─── Input data ───

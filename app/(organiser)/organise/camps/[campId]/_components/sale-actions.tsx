import type { Route } from 'next';
import { ActionButton } from '@/components/forms/action-button';
import { ButtonLink } from '@/components/ui/button';
import type { CampState } from '@/lib/domain/camp/camp-words';
import type { CampId } from '@/lib/domain/shared/ids';
import { closeCampAction, publishCampAction } from '../actions';

type SaleActionsProps = {
  camp: { id: CampId; slug: string; state: CampState };
  publishes: boolean;
  /** Nothing that must be there is missing. */
  ready: boolean;
};

/** Preview, and the one step in a camp's life that comes next. */
export function SaleActions({ camp, publishes, ready }: SaleActionsProps) {
  const hidden = { campId: camp.id };
  return (
    <>
      {camp.state === 'draft' ? (
        <ButtonLink href={`/organise/camps/${camp.id}/preview` as Route}>Preview</ButtonLink>
      ) : (
        <ButtonLink href={`/camps/${camp.slug}` as Route}>Public page</ButtonLink>
      )}
      {publishes && camp.state === 'published' && (
        <ActionButton action={closeCampAction} hidden={hidden} tone="danger">
          Close the sale
        </ActionButton>
      )}
      {publishes && camp.state !== 'published' && ready && (
        <ActionButton action={publishCampAction} hidden={hidden} tone="primary">
          {camp.state === 'draft' ? 'Publish' : 'Open the sale again'}
        </ActionButton>
      )}
    </>
  );
}
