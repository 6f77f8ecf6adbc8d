import 'server-only';
import type { Result } from '@/lib/domain/shared/result';
import { ok } from '@/lib/domain/shared/result';
import { changeoverMinutes } from '@/lib/domain/timetable/changeover';
import { type Clash, isRefused } from '@/lib/domain/timetable/clash';
import { clashSentence } from '@/lib/domain/timetable/clash-sentence';
import { clashesOf } from '@/lib/domain/timetable/clashes-of';
import type { Programme, ProgrammeMeeting } from '@/lib/domain/timetable/programme';
import { type Refusal, refuse } from '../errors';

/** Which input a clash is about, so that its sentence stands there. */
const FIELD = {
  room: 'roomId',
  seats: 'roomId',
  loudness: 'roomId',
  instructor: 'block',
  track: 'block',
  everyone: 'block',
  'same-workshop': 'block',
  'outside-days': 'day',
} satisfies Record<Clash['kind'], string>;

/** Room and workshop must be this camp's own, and nothing may clash; else the reasons, each at its field. */
export function checkPlacing(programme: Programme, meeting: ProgrammeMeeting): Result<null, Refusal> {
  const fields: Record<string, string[]> = {};
  const say = (field: string, sentence: string) => {
    fields[field] = [...(fields[field] ?? []), sentence];
  };
  if (!programme.workshops.some(({ id }) => id === meeting.workshopId))
    say('workshopId', 'Workshop: this one is not of this camp. Choose one of the list.');
  if (!programme.rooms.some(({ id }) => id === meeting.roomId))
    say('roomId', 'Room: this one is not of this camp. Choose one of the list.');
  if (Object.keys(fields).length > 0) return refuse('bad_input', { fields });
  const names = {
    ...programme,
    meetings: [...programme.meetings.filter(({ id }) => id !== meeting.id), meeting],
  };
  for (const clash of clashesOf(meeting, programme, changeoverMinutes(programme.blocks)))
    if (isRefused(clash)) say(FIELD[clash.kind], clashSentence(clash, names, meeting.id));
  return Object.keys(fields).length > 0 ? refuse('clash', { fields }) : ok(null);
}
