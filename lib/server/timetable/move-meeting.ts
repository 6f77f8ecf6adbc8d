import 'server-only';
import { and, eq } from 'drizzle-orm';
import { meeting } from '@/db/schema/workshop';
import type { MeetingId } from '@/lib/domain/shared/ids';
import { ok, type Result } from '@/lib/domain/shared/result';
import type { MoveMeetingInput } from '@/lib/schemas/meeting';
import { writeAudit } from '../audit/write-audit';
import { loadProgramme } from '../camps/load-programme';
import { ownCamp } from '../camps/own-camp';
import { inTransaction } from '../db';
import { type Refusal, refuse } from '../errors';
import type { Context } from '../ladder';
import { checkPlacing } from './check-placing';
import { saySlot, titleOf } from './say-slot';

/** Another day, time, room or length. Refused when it clashes, or when someone moved it since the page was opened. */
export function moveMeeting(
  { campId, meetingId, updatedAt, day, starts, roomId, lengthMinutes }: MoveMeetingInput,
  { actor, now }: Pick<Context, 'actor' | 'now'>,
): Result<{ meetingId: MeetingId }, Refusal> {
  return inTransaction((tx) => {
    const programme = ownCamp(actor, campId, 'timetable.edit', tx) && loadProgramme(campId);
    const row = programme?.meetings.find(({ id }) => id === meetingId);
    if (!programme || !row) return refuse('not_found');
    if (row.updatedAt !== updatedAt)
      return refuse('stale', {
        sentence: `Someone changed ${titleOf(programme, row)} since you opened this page: it is now ${saySlot(programme, row)}. Load the page again, then move it.`,
      });
    const moved = { ...row, day, starts, roomId, lengthMinutes: lengthMinutes ?? row.lengthMinutes };
    const checked = checkPlacing(programme, moved);
    if (!checked.ok) return checked;
    const same =
      row.day === day &&
      row.starts === starts &&
      row.roomId === roomId &&
      row.lengthMinutes === moved.lengthMinutes;
    if (same) return ok({ meetingId });
    tx.update(meeting)
      .set({
        day,
        starts,
        roomId,
        lengthMinutes: moved.lengthMinutes,
        sequence: row.sequence + 1,
        // Never the same twice, even within one millisecond: it is what tells a stale form.
        updatedAt: Math.max(now, row.updatedAt + 1),
      })
      .where(and(eq(meeting.id, meetingId), eq(meeting.campId, campId)))
      .run();
    writeAudit(tx, {
      organisationId: programme.camp.organisationId,
      campId,
      actorUserId: actor.user?.id ?? null,
      action: 'meeting.move',
      subjectId: meetingId,
      sentence: `Moved ${titleOf(programme, row)}: ${saySlot(programme, row)} → ${saySlot(programme, moved)}.`,
      now,
    });
    return ok({ meetingId });
  });
}
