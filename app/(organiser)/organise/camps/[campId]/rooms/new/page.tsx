import type { Metadata } from 'next';
import { PageHead } from '@/components/ui/page-head';
import { requireCamp } from '@/lib/server/camps/require-camp';
import { RoomForm } from '../_components/room-form';

export const metadata: Metadata = { title: 'Add a room' };

export default async function NewRoomPage({ params }: PageProps<'/organise/camps/[campId]/rooms/new'>) {
  const { camp } = await requireCamp((await params).campId, 'camp.edit');
  return (
    <>
      <PageHead over={camp.name} title="Add a room" />
      <RoomForm campId={camp.id} />
    </>
  );
}
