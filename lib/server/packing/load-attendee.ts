import 'server-only';
import { and, asc, eq, isNull } from 'drizzle-orm';
import { track } from '@/db/schema/camp';
import { order, registration, registrationHarp, registrationWorkshop, ticket } from '@/db/schema/order';
import { compareHarps } from '@/lib/domain/harp/compare-harps';
import { parseHarpId } from '@/lib/domain/harp/harp-id';
import { buildPackingList } from '@/lib/domain/packing/build-packing-list';
import type { RegistrationId } from '@/lib/domain/shared/ids';
import { clockAfter } from '@/lib/domain/shared/local-time';
import { ownMeetings } from '@/lib/domain/timetable/own-meetings';
import { loadProgramme } from '../camps/load-programme';
import { type Db, getDb, type Tx } from '../db';

/**
 * One attendee's camp: their own meetings, the harps they own and what to pack. Null when there is none. Permission is
 * the caller's to check. No money, no health data.
 */
export function loadAttendee(registrationId: RegistrationId, db: Db | Tx = getDb()) {
  const person = db
    .select({
      id: registration.id,
      orderId: registration.orderId,
      campId: registration.campId,
      trackId: registration.trackId,
      trackName: track.name,
      attendeeName: registration.attendeeName,
      attendeeEmail: registration.attendeeEmail,
      minor: registration.minor,
      state: registration.state,
      arrival: registration.arrival,
      reference: order.reference,
      payerEmail: order.payerEmail,
      ticket: { id: ticket.id, campId: ticket.campId, issuedAt: ticket.issuedAt },
    })
    .from(registration)
    .innerJoin(order, eq(order.id, registration.orderId))
    .innerJoin(track, eq(track.id, registration.trackId))
    .leftJoin(ticket, and(eq(ticket.registrationId, registration.id), isNull(ticket.revokedAt)))
    .where(eq(registration.id, registrationId))
    .get();
  const programme = person && loadProgramme(person.campId);
  if (!programme) return null;
  const electives = db
    .select({ id: registrationWorkshop.workshopId })
    .from(registrationWorkshop)
    .where(eq(registrationWorkshop.registrationId, registrationId))
    .orderBy(asc(registrationWorkshop.workshopId))
    .all()
    .map((row) => row.id);
  const owned = db
    .select({ harpId: registrationHarp.harpId })
    .from(registrationHarp)
    .where(eq(registrationHarp.registrationId, registrationId))
    .all()
    .flatMap((row) => parseHarpId(row.harpId) ?? [])
    .sort(compareHarps);
  const rooms = new Map(programme.rooms.map((room) => [room.id, room.name]));
  const meetings = ownMeetings(programme, { trackId: person.trackId, electives });
  const packing = buildPackingList({
    owned,
    meetings: meetings.map(({ id, workshop, day, starts, lengthMinutes, roomId }) => ({
      id,
      workshop: workshop.title,
      day,
      starts,
      ends: clockAfter(starts, lengthMinutes),
      room: rooms.get(roomId) ?? '',
      needs: workshop.needs,
    })),
  });
  return { person, programme, meetings, owned, packing };
}

export type Attendee = NonNullable<ReturnType<typeof loadAttendee>>;
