import type { Metadata } from 'next';
import { PageHead } from '@/components/ui/page-head';

export const metadata: Metadata = {
  title: 'Privacy in plain words',
  description: 'What is asked for, who sees it, and who to ask about it.',
  alternates: { canonical: '/about/privacy' },
};

export default function PrivacyPage() {
  return (
    <article className="max-w-prose [&_h2]:mt-10 [&_h2]:mb-3 [&_p+p]:mt-3">
      <PageHead
        title="Privacy in plain words"
        lead="We ask for what a camp needs to feed, seat, teach and reach you. Nothing is sold and nobody follows you round."
      />
      <h2>What is asked for</h2>
      <p>
        Your name and e-mail address, your track and the harps you own, what you eat and what you need, and
        someone to call in an emergency. For someone under 18 also a parent or guardian. Your payment details
        go to the payment service and are never stored here.
      </p>
      <h2>Who sees it</h2>
      <ul className="list-disc space-y-2 pl-6">
        <li>The organiser sees everything of their own camp.</li>
        <li>The treasurer sees names, orders and payments, not your health or your needs.</li>
        <li>An instructor sees who is in their sessions and which harps they own.</li>
        <li>The door crew sees names, tracks and what is due.</li>
        <li>Other players see nothing.</li>
      </ul>
      <h2>Cookies</h2>
      <p>
        Only those that the site needs: one that keeps you signed in, one that keeps your answers while you
        register, and one that lets this browser see the orders it made. There is no advertising and no
        visitor counting.
      </p>
      <h2>How long, and who to ask</h2>
      <p>
        Each camp’s organiser decides on your data and answers for it under their local law. To see, correct
        or delete what they hold, or to ask how long they keep it, write to the address on the camp’s page.
        Receipts may have to be kept for years by law.
      </p>
    </article>
  );
}
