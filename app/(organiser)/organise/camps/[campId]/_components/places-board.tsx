import { TenHoleStrip } from '@/components/harp/ten-hole-strip';
import type { Scarce } from '@/lib/domain/camp/scarcest-first';
import { listWords } from '@/lib/domain/shared/list-words';

const GROUPS = [
  { kind: 'track', title: 'Tracks' },
  { kind: 'elective', title: 'Electives with a limit' },
] as const;

/** Places left: what runs out first on top and large, then the camp, its tracks and electives, scarcest first. */
export function PlacesBoard({ scarce }: { scarce: readonly Scarce[] }) {
  const whole = scarce.find(({ kind }) => kind === 'camp');
  const full = scarce.filter(({ kind, places }) => kind !== 'camp' && places.left === 0);
  const next = scarce.find(({ places }) => places.left > 0);
  return (
    <>
      <div className="grid gap-x-10 gap-y-6 md:grid-cols-2">
        {whole && <Big {...whole} words={whole.places.left > 0 ? whole.name : 'The whole camp is full'} />}
        {next && next.kind !== 'camp' && <Big {...next} words={`${next.name} runs out next`} />}
      </div>
      {full.length > 0 && (
        <p className="mt-4 font-semibold text-reed">Full: {listWords(full.map(({ name }) => name))}.</p>
      )}
      {GROUPS.map(({ kind, title }) => {
        const rows = scarce.filter((row) => row.kind === kind);
        return (
          rows.length > 0 && (
            <div key={kind}>
              <h3 className="mb-2 mt-6">{title}</h3>
              <ul className="grid gap-x-10 border-t border-line md:grid-cols-2">
                {rows.map((row) => (
                  <li
                    key={row.name}
                    className="grid grid-cols-[minmax(0,1fr)_9rem] items-center gap-x-4 border-b border-line py-1.5"
                  >
                    <span className="min-w-0">
                      <span className="block break-words">{row.name}</span>
                      <PlacesLine {...row} />
                    </span>
                    <TenHoleStrip
                      mode="places"
                      left={row.places.left}
                      of={row.places.capacity}
                      what={row.name}
                    />
                  </li>
                ))}
              </ul>
            </div>
          )
        );
      })}
    </>
  );
}

function Big({ words, ...row }: Scarce & { words: string }) {
  return (
    <div>
      <p className="font-semibold">{words}</p>
      <TenHoleStrip
        mode="places"
        left={row.places.left}
        of={row.places.capacity}
        what={row.name}
        className="my-2"
      />
      <PlacesLine {...row} />
    </div>
  );
}

const PlacesLine = ({ places }: Pick<Scarce, 'places'>) => (
  <span className="block text-small text-soft">
    <span className="figures font-bold text-ink">{places.left}</span> left ·{' '}
    <span className="figures">{places.taken}</span> of <span className="figures">{places.capacity}</span>{' '}
    taken
  </span>
);
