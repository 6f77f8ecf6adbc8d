import type { Metadata } from 'next';
import { DeadEnd } from '@/components/ui/dead-end';

export const metadata: Metadata = { title: 'Nothing to show', robots: { index: false } };

type PageProps = { params: Promise<{ what: string }> };

/** Where browsers without JavaScript are sent from an answer that has a status but no body. */
export default async function DeadEndPage({ params }: PageProps) {
  const { what } = await params;
  const { title, says } = WORDS[what] ?? NOTHING;
  return (
    <DeadEnd title={title}>
      <p>{says}</p>
    </DeadEnd>
  );
}

const NOTHING = {
  title: 'There is nothing here',
  says: 'The address may be mistyped, the camp may not be published, or the page is not yours to see. Go back, check the link, or sign in with the address it was sent to.',
};

const WORDS: Record<string, { title: string; says: string }> = {
  '403': {
    title: 'Your role does not cover this',
    says: 'You are signed in, but that page needs another role in its organisation. Ask an organiser to give it to you.',
  },
  '500': {
    title: 'Something went wrong on our side',
    says: 'Nothing that you sent was lost. Go back and try again; if it stays, write to the organiser of your camp.',
  },
};
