import 'server-only';
import { meeting } from '@/db/schema/workshop';
import type { MeetingId } from '@/lib/domain/shared/ids';
import { ok, type Result } from '@/lib/domain/shared/result';
import type { PlaceMeetingInput } from '@/lib/schemas/meeting';
import { writeAudit } from '../audit/write-audit';
import { loadProgramme } from '../camps/load-programme';
import { ownCamp } from '../camps/own-camp';
import { inTransaction } from '../db';
import { type Refusal, refuse } from '../errors';
import type { Context } from '../ladder';
import { newId } from '../new-id';
import { checkPlacing } from './check-placing';
import { saySlot, titleOf } from './say-slot';

/** Puts a workshop into the timetable. Checked inside the transaction that writes it, so two organisers cannot both win. */
export function placeMeeting(
  { campId, workshopId, roomId, day, starts, lengthMinutes }: PlaceMeetingInput,
  { actor, now }: Pick<Context, 'actor' | 'now'>,
): Result<{ meetingId: MeetingId }, Refusal> {
  return inTransaction((tx) => {
    const programme = ownCamp(actor, campId, 'timetable.edit', tx) && loadProgramme(campId);
    if (!programme) return refuse('not_found');
    const usual = programme.workshops.find(({ id }) => id === workshopId)?.lengthMinutes ?? 60;
    const row = {
      id: newId('mtg', now),
      workshopId,
      roomId,
      day,
      starts,
      lengthMinutes: lengthMinutes ?? usual,
      sequence: 0,
      updatedAt: now,
    };
    const checked = checkPlacing(programme, row);
    if (!checked.ok) return checked;
    tx.insert(meeting)
      .values({ ...row, campId })
      .run();
    writeAudit(tx, {
      organisationId: programme.camp.organisationId,
      campId,
      actorUserId: actor.user?.id ?? null,
      action: 'meeting.place',
      subjectId: row.id,
      sentence: `Placed ${titleOf(programme, row)}: ${saySlot(programme, row)}.`,
      now,
    });
    return ok({ meetingId: row.id });
  });
}
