/* One row for each pKa between semicolons. */
static enum wa_status append_constants(const struct add_call *call, const char *folder,
                                       const char *source, struct wa_error *error)
{
    const char *at = call->answer[PKA];
    int step = 0;
    while (*at != '\0') {
        char text[ANSWER_MAX];
        size_t length = strcspn(at, ";");
        snprintf(text, sizeof text, "%.*s", (int)length, at);
        at += length + (at[length] == ';');
        if (text[strspn(text, " \t")] == '\0') {
            continue;
        }
        struct wa_quantity pKa;
        enum wa_status status = wa_quantity_parse(text, WA_DIMENSION_NUMBER, &pKa, error);
        if (status != WA_OK) {
            return wa_fail(error, WA_ERROR_INPUT, NULL, 0,
                           "The pKa '%.60s' cannot be read; write values like 2.15 ± 0.02; 7.20.",
                           text);
        }
        step++;
        status = append_constant(call, folder, step, &pKa, source, error);
        if (status != WA_OK) {
            return status;
        }
    }
    return WA_OK;
}

static enum wa_status append_form(const struct add_call *call, const char *folder,
                                  struct wa_error *error)
{
    char key[ANSWER_MAX];
    char parts[ANSWER_MAX + 32];
    key_from_name(call->answer[FORM_NAME], key, sizeof key);
    snprintf(parts, sizeof parts, "%s", call->acid != NULL ? call->acid : call->answer[KEY]);
    if (strcmp(call->answer[LOST], "0") != 0) {
        size_t length = strlen(parts);
        snprintf(parts + length, sizeof parts - length, " lost %.16s", call->answer[LOST]);
    }
    const struct wa_table_cell cells[] = {
        {"key", key},
        {"name", call->answer[FORM_NAME]},
        {"formula", call->answer[FORM_FORMULA]},
        {"parts", parts},
        {"CAS", call->answer[CAS]},
        {"hazards", call->answer[HAZARDS]},
        {"care", call->answer[CARE]},
        {"source", "from memory"},
    };
    return append(folder, "forms.csv", cells, sizeof cells / sizeof cells[0], error);
}

static enum wa_status append_rows(const struct add_call *call, const struct wa_table *table,
                                  const char *folder, struct wa_error *error)
{
    if (call->acid == NULL) {
        char source[ANSWER_MAX];
        const struct wa_table_cell cells[] = {
            {"key", call->answer[KEY]},
            {"name", call->answer[NAME]},
            {"other names", call->answer[OTHER_NAMES]},
            {"formula", call->answer[FORMULA]},
            {"charge", call->answer[CHARGE]},
            {"modelled", "yes"},
        };
        enum wa_status status =
            append(folder, "acids.csv", cells, sizeof cells / sizeof cells[0], error);
        if (status == WA_OK) {
            status = append_source(call, table, folder, source, error);
        }
        if (status == WA_OK) {
            status = append_constants(call, folder, source, error);
        }
        if (status != WA_OK) {
            return status;
        }
    }
    return append_form(call, folder, error);
}

/* ---- the word ----------------------------------------------------------------------------------
 */

static int add_rows(const struct add_call *call, const struct wa_table *table)
{
    char trial[TRIAL_PATH_MAX];
    struct wa_error error;
    enum wa_status status = trial_begin(call->folder, trial, &error);
    if (status != WA_OK) {
        return command_report_error(&error);
    }
    status = append_rows(call, table, trial, &error);
    int problems = status == WA_OK ? trial_check(&call->common, trial) : 0;
    if (status == WA_OK && problems == 0) {
        status = trial_keep(trial, call->folder, &error);
    }
    trial_remove(trial);
    if (status != WA_OK) {
        return command_report_error(&error);
    }
    if (problems != 0) {
        fprintf(stderr, "whichacid: nothing was added.\n");
        return 1;
    }
    return 0;
}

static int report_added(const struct add_call *call)
{
    const char *name = call->acid != NULL ? call->answer[FORM_NAME] : call->answer[NAME];
    if (call->common.json) {
        return table_write_json(json_pack("{s:s,s:s,s:s}", "added", name, "key",
                                          call->acid != NULL ? call->acid : call->answer[KEY],
                                          "folder", call->folder),
                                &call->common);
    }
    struct page page;
    int status = page_open(&page);
    if (status != 0) {
        return status;
    }
    fprintf(page.stream, "Added %s to %s; give --also %s to use it.\n", name, call->folder,
            call->folder);
    return page_close(&page, &call->common);
}

int table_add(int argument_count, char **arguments)
{
    struct argp_option options[FIELDS + 3] = {
        {"to", OPTION_TO, "FOLDER", 0, "your own folder (" DEFAULT_FOLDER ")", 0},
        {"acid", OPTION_ACID, "KEY", 0, "only add a form of this acid of the table", 0},
    };
    for (int i = 0; i < FIELDS; i++) {
        options[i + 2] = (struct argp_option){
            fields[i].option, OPTION_FIELD + i, fields[i].value, 0, fields[i].question, 1};
    }
    const struct argp argp = {.options = options,
                              .parser = parse,
                              .doc = documentation,
                              .children = table_common_children};
    struct wa_table table;
    struct add_call *call = calloc(1, sizeof *call);
    if (call == NULL) {
        fprintf(stderr, "whichacid: there is not enough memory for this.\n");
        return 1;
    }
    call->folder = DEFAULT_FOLDER;
    argp_parse(&argp, argument_count, arguments, 0, NULL, call);
    int status = table_open(&call->common, &table);
    if (status == 0) {
        status = collect_answers(call);
        if (status == 0 && call->acid == NULL &&
            wa_table_find_acid(&table, call->answer[KEY]) >= 0) {
            fprintf(stderr,
                    "whichacid: the table has an acid '%s' already; yours stands in its place "
                    "wherever your folder is laid over it.\n",
                    call->answer[KEY]);
        }
        if (status == 0) {
            status = add_rows(call, &table);
        }
        wa_table_free(&table);
    }
    if (status == 0) {
        status = report_added(call);
    }
    free(call);
    return status;
}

───

_Your assignment_. Wherever the string "yours" appears in the records above, copy the line it sits in.

_Written answer_.
  says: 'The address may be mistyped, the camp may not be published, or the page is not yours to see. Go back, check the link, or sign in with the address it was sent to.',
                    "whichacid: the table has an acid '%s' already; yours stands in its place "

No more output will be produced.